Overview of GPU Projects

This is a list of GPU projects that students can choose from. Some of the projects have also been contributed by other professors in CCIS.

Right now, not all GPU projects are fully defined. If there is interest in a particular project, we will refine its description. In particular, I also asked professors for interesting general algorithms. We can then examine those general algorithms to identify interesting computational micro-kernels that we will implement.

As an example, recall the breadth-first search algorithm. The kernel requires a hash array to detect if we have previously seen a new state. Hash arrays can be implemented to use streaming access by using delayed duplicate detection. In this case, we wait until we have many hash requests. We then apply the hash function to find hash indices. We sort based on hash index. We then stream the hash requests and the hash array, both in hash index order, and compare the two to detect which hash requests refer to previously seen states.

Where a faculty member provides only the higher-level algorithm, it will be our job to identify the micro-kernel, and reformulate the micro-kernel in a form suitable for streaming access.

GPU Projects

Multi-Dimensional Range Search (contributed by Prof. Donghui Zhang)
Traditionally, multi-dimensional range search are supported through multi-dimensional index structures such as the R-tree. Such indices typically suffer from the "curse of dimensionality". For instance, the R-tree performs poorer than linear scan for range search when the dimensionality is more than 12. Furthermore, such indices use random access. There are two ways to support multi-dimensional range search for high dimensions, both utilizing streaming access.

(a) X-tree. The X-tree combines the R-tree with array. Every node can either be the root of a sub-tree or be an array of all elements in the sub-tree. As the dimensionality increases, the X-tree nodes are more likely to be arrays.

(b) Space filling curves. Using space filling curves such as the Hilbert curve and the Z-ordering, one can organize a multi-dimensional dataset into an one-dim array (or sequential file), and a search region can be mapped to one or multiple ranges of curve values. To retrieve large chunks of records from this array using the ranges can utilize streaming access.

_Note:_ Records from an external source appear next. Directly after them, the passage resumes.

@dataclass(frozen=True, slots=True, eq=False, repr=False)
class RationalFunction(FunctionArithmetic):
    """An exact rational function. Build it with ``function_of``, ``RationalFunction.make`` or by arithmetic.

    >>> a = RationalFunction.symbol("a", ("a",))
    >>> f = (2 * a + 2) / (a * a - 1)**2
    >>> str(f), str(f.at(a="1/2")), [(str(p.location), p.order) for p in f.poles()]
    ('2/((a + 1)*(a - 1)**2)', '16/3', [('-1', 1), ('1', 2)])
    """

    # ---- structure ----

    def factors(self) -> Factors:
        """The constant and the irreducible factors; numerator first, each part ordered by degree, then by text."""
        if self.is_zero():
            return ZERO, ()
        return field_factors(self.numerator, self._second(), self.denominator, self.radicand)

    def degree(self, symbol: str) -> int:
        """The degree of the numerator less that of the denominator: the growth at infinity; -1 for the zero function.
        """
        place = self._place(symbol)
        top = max(int(part.degrees()[place]) for part in (self.numerator, self._second()))
        return top - int(self.denominator.degrees()[place])

    def is_polynomial(self) -> bool:
        """No symbol is left in the denominator."""
        return bool(self.denominator.is_constant())

    def _place(self, symbol: str | None) -> int:
        if symbol is None:
            if len(self.symbols) != 1:
                message = f"say which of {', '.join(self.symbols)} is meant"
                raise InputError.single(message, "symbol")
            return 0
        if symbol not in self.symbols:
            message = f'there is no symbol "{symbol}"; the symbols are {", ".join(self.symbols)}'
            raise InputError.single(message, "symbol")
        return self.symbols.index(symbol)

    def poles(self, symbol: str | None = None) -> tuple[Pole, ...]:
        """All poles in one symbol (which may be left out when there is one), with their orders.

        Locations may lie in a quadratic field where the function does not. Raises ``InputError`` when a factor of the
        denominator is neither linear in the symbol nor a quadratic polynomial in it with rational coefficients.
        """
        place = self._place(symbol)
        found = []
        for factor, exponent in self.factors()[1]:
            if exponent < 0:
                found += [Pole(location, -exponent) for location in self._zeros(factor, place)]
        return tuple(sorted(found, key=_pole_order))

    def _zeros(self, factor: Factor, place: int) -> list[Number | RationalFunction]:
        parts = [part._without(place) for part in _coefficients(factor, place)]
        if len(parts) <= 2:
            return [-(parts[0] / parts[1])] if len(parts) == 2 else []
        numbers = [part for part in parts if isinstance(part, fmpq)]
        if len(numbers) == len(parts) == 3:
            constant, linear, lead = numbers
            square = linear * linear / 4 - constant * lead
            root, d = split_square(int(square.p * square.q))
            step = square_root(d) * (Rational(root) / (square.q * lead))
            return [-linear / (2 * lead) - step, -linear / (2 * lead) + step]
        message = f"the factor {factor_text(factor)} of the denominator is not linear in {self.symbols[place]}"
        raise InputError.single(message, "symbol")

    def valuation(self, location: object, symbol: str | None = None) -> int:
        """The order of vanishing in one symbol, negative at a pole. The function is not zero.

        >>> a = RationalFunction.symbol("a", ("a",))
        >>> f = 1 / (a - square_root(-1))
        >>> f.valuation("i"), f.valuation("-i")
        (-1, 0)
        """
        return self._laurent(self._place(symbol), location, -1)[0]

    def residue(self, location: object, symbol: str | None = None) -> Number | RationalFunction:
        """The residue in one symbol at a number or at the location of a pole; zero where there is no pole."""
        valuation, terms = self._laurent(self._place(symbol), location, -1)
        return terms[-1 - valuation] if valuation <= -1 else ZERO

    def taylor(self, symbol: str, last: int, about: object = 0) -> tuple[Number | RationalFunction, ...]:
        """The coefficients of (symbol - about)^n, n = 0 ... last. Raises ``InputError`` at a pole.

        >>> a, m = (RationalFunction.symbol(name, ("a", "m")) for name in "am")
        >>> [str(c) for c in ((m + a) * m / (a - 1)).taylor("m", 2)]
        ['0', 'a/(a - 1)', '1/(a - 1)']
        """
        valuation, terms = self._laurent(self._place(symbol), about, last)
        if valuation < 0:
            raise InputError.single(f"{symbol} = {about} is a pole of order {-valuation}", symbol)
        return (*(ZERO,) * min(valuation, last + 1), *terms)[: last + 1]

    def _laurent(self, place: int, about: object, last: int) -> tuple[int, tuple[Number | RationalFunction, ...]]:
        """(valuation, coefficients up to the power ``last``) around ``about`` in the symbol at ``place``."""
        if self.is_zero():
            return last + 1, ()
        if isinstance(about, RationalFunction):
            centre = about._within(self.symbols)
        else:
            centre = RationalFunction.constant(as_number(about, self.symbols[place]), self.symbols)
        self._checked_field([centre], self.symbols[place])
        top, bottom = self._shifted(place, centre)
        low_top, low_bottom = (next(n for n, c in enumerate(part) if not c.is_zero()) for part in (top, bottom))
        valuation = low_top - low_bottom
        top, bottom = top[low_top:], bottom[low_bottom:]
        terms: list[RationalFunction] = []
        for n in range(last - valuation + 1):
            value = top[n] if n < len(top) else RationalFunction.constant(0, self.symbols)
            for k in range(1, min(n, len(bottom) - 1) + 1):
                value = value - bottom[k] * terms[n - k]
            terms.append(value / bottom[0])
        return valuation, tuple(term._without(place) for term in terms)

    def _shifted(self, place: int, centre: RationalFunction) -> tuple[list[RationalFunction], list[RationalFunction]]:
        """Numerator and denominator by powers of x after the symbol was replaced by centre + x."""
        top: Factor = self.numerator
        if self.irrational is not None:
            top = FieldPoly(self.numerator, self.irrational, self.radicand)
        return _moved(_coefficients(top, place), centre), _moved(_coefficients(self.denominator, place), centre)

    def _checked_field(self, values: Iterable[Number | RationalFunction], where: str) -> None:
        """Raises ``InputError`` when a value lies in another quadratic field than the function or a value before."""
        known = [square_root(d) for d in (self.radicand, *(_radicand(x) for x in values)) if d]
        try:
            one_field(known)
        except InputError as error:
            raise InputError.single(error.problems[0].message, where) from error

    def _without(self, place: int) -> Number | RationalFunction:
        """The same function, which does not depend on the symbol at ``place``, of the other symbols."""
        rest = tuple(name for n, name in enumerate(self.symbols) if n != place)
        tables = []
        for poly in self.polynomials():
            terms = {tuple(e for n, e in enumerate(powers) if n != place): c for powers, c in poly.to_dict().items()}
            tables.append(terms)
        if not rest:
            top, bottom, second = (fmpq(terms.get((), fmpz(0))) for terms in tables)
            return quadratic(top / bottom, second / bottom, self.radicand)
        return self._of_parts([context_of(rest).from_dict(terms) for terms in tables])

    def _of_parts(self, parts: Sequence[fmpz_mpoly]) -> RationalFunction:
        """The same function with its polynomials among other symbols."""
        top, bottom, second = parts
        return RationalFunction(top, bottom, second if self.radicand else None, self.radicand)

    def _within(self, symbols: Sequence[str]) -> RationalFunction:
        """The same function among more symbols."""
        context, places = context_of(symbols), [tuple(symbols).index(name) for name in self.symbols]
        parts = []
        for poly in self.polynomials():
            terms = {}
            for powers, c in poly.to_dict().items():
                key = [0] * len(symbols)
                for place, power in zip(places, powers, strict=True):
                    key[place] = int(power)
                terms[tuple(key)] = c
            parts.append(context.from_dict(terms))
        return self._of_parts(parts)

    # ---- values ----

    def at(self, **values: Any) -> Any:
        """The value at exact numbers (as text, ``Fraction``, ... or of a quadratic field), balls or complex numbers.

        Symbols that are not given stay: the result is then a ``RationalFunction`` of them, and the given values are
        exact. Balls are worked out with the precision of flint's context, complex numbers (and floats, taken as
        what they are) until they are good to a double. Raises ``InputError`` at a pole, for an unknown symbol and for
        exact numbers of two quadratic fields.
        """
        for name in values:
            self._place(name)
        given = {name: value_of(value, name) for name, value in values.items()}
        if len(given) < len(self.symbols):
            return self._partial(given)
        if any(isinstance(value, complex) for value in given.values()):
            ordered = [given[name] for name in self.symbols]
            return complex_of_factors(self.factors(), self.radicand, ordered, ", ".join(given))
        if any(isinstance(value, (arb, acb)) for value in given.values()):
            balls = [ball_value(given[name]) for name in self.symbols]
            return ball_of_factors(self.factors(), self.radicand, balls)
        self._checked_field(exact_values(given), ", ".join(given))
        numbers: list[Any] = [given[name] for name in self.symbols]
        top, bottom, second = (evaluated(poly, numbers) for poly in self.polynomials())
        if self.radicand:
            top = top + second * square_root(self.radicand)
            if bottom == 0:
                # The denominator over the integers can vanish where that in lowest terms does not.
                top, bottom = self.factored_at(numbers)
        if bottom == 0:
            where = ", ".join(f"{name} = {value}" for name, value in given.items())
            raise InputError.single(f"{where} is a pole", ", ".join(given))
        return top / bottom

    def factored_at(self, values: Sequence[Number]) -> tuple[Number, Number]:
        """Numerator and denominator in lowest terms over the field, at exact numbers of that field."""
        return exact_of_factors(self.factors(), self.radicand, values)

    def _partial(self, given: Mapping[str, Value]) -> RationalFunction:
        self._checked_field(exact_values(given), ", ".join(given))
        result: Any = self
        for name, value in given.items():
            if not isinstance(value, (fmpq, Quadratic)):
                rest = ", ".join(s for s in self.symbols if s not in given)
                message = f"{value} is not exact; where {rest} stays free, the given values are exact"
                raise InputError.single(message, name)
            place = result._place(name)
            centre = RationalFunction.constant(value, result.symbols)
            top, bottom = (parts[0] for parts in result._shifted(place, centre))
            if not bottom.is_zero():
                result = (top / bottom)._without(place)
                continue
            valuation, terms = result._laurent(place, centre, 0)
            if valuation < 0:
                raise InputError.single(f"{name} = {value} is a pole whatever the other symbols are", name)
            result = terms[0] if valuation == 0 else result * 0
            if valuation > 0:
                result = result._without(place)
        assert isinstance(result, RationalFunction)
        return result

    # ---- how it is written ----

    def __str__(self) -> str:
        return factored_text(self.factors())

    __repr__ = __str__

    def sympy(self) -> Any:
        """The factored form as a sympy expression in ``sympy.Symbol``s of the same names."""
        return factored_sympy(self.symbols, self.factors())

    def latex(self) -> str:
        """The factored form in LaTeX."""
        import sympy

        return str(sympy.latex(self.sympy()))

Nearest Neighbor Search (contributed by Prof. Donghui Zhang)
Traditionally, the R-tree are used to support NN search given an arbitrary query point. The idea is to perform best-first search: keep expanding the index entries that are the closest to the query point, till an object stored in some leaf node is revealed. It is a random-access method.

It will be interesting to implement the NN search algorithm when the objects are indexed using space filling curves.

Update the Space Filling Curve File (contributed by Prof. Donghui Zhang)
When the objects are organized into an array or file in increasing order of space filling curves, it will be interesting to implement objects updates. It will be really inefficient to reconstruct the whole file for each new object insertion. One idea is to buffer the updates, e.g. whenever there are 100 new updates, integrate them into the original file via reconstruction. Another idea of avoiding reconstruction is to leave some space in the file (so that a few insertions in the middle can be applied in-place and does notrewrite the whole file). Yet another idea is to break the file into multiple pieces. It will be interesting to design a systematic way of organizing the records which, probably by incorporating all these ideas and possibly some other ideas, efficiently supports updates.
Kernels for Face and Fingerprint Recognition (contributed by Merav Algon)
"Complete discriminant evaluation and feature extraction in kernel space for face recognition" by Xudong Jian, Bappaditya Mandal and Alex Kot. (Also, see: Manhua Liu, Xudong Jiang, Alex ChiChung Kot: Efficient fingerprint search based on database clustering. Pattern Recognition 40(6): 1793-1803 (2007)). We have an internal copy of the first paper. For copyright reasons, I can't post it publicly. You'll find it in the course directory (if you have a CCIS account), and you can always get it from a TA with a CCIS account. I recommend asking Kapil Arya (username same as first name, but lower case) at ccis.neu.edu.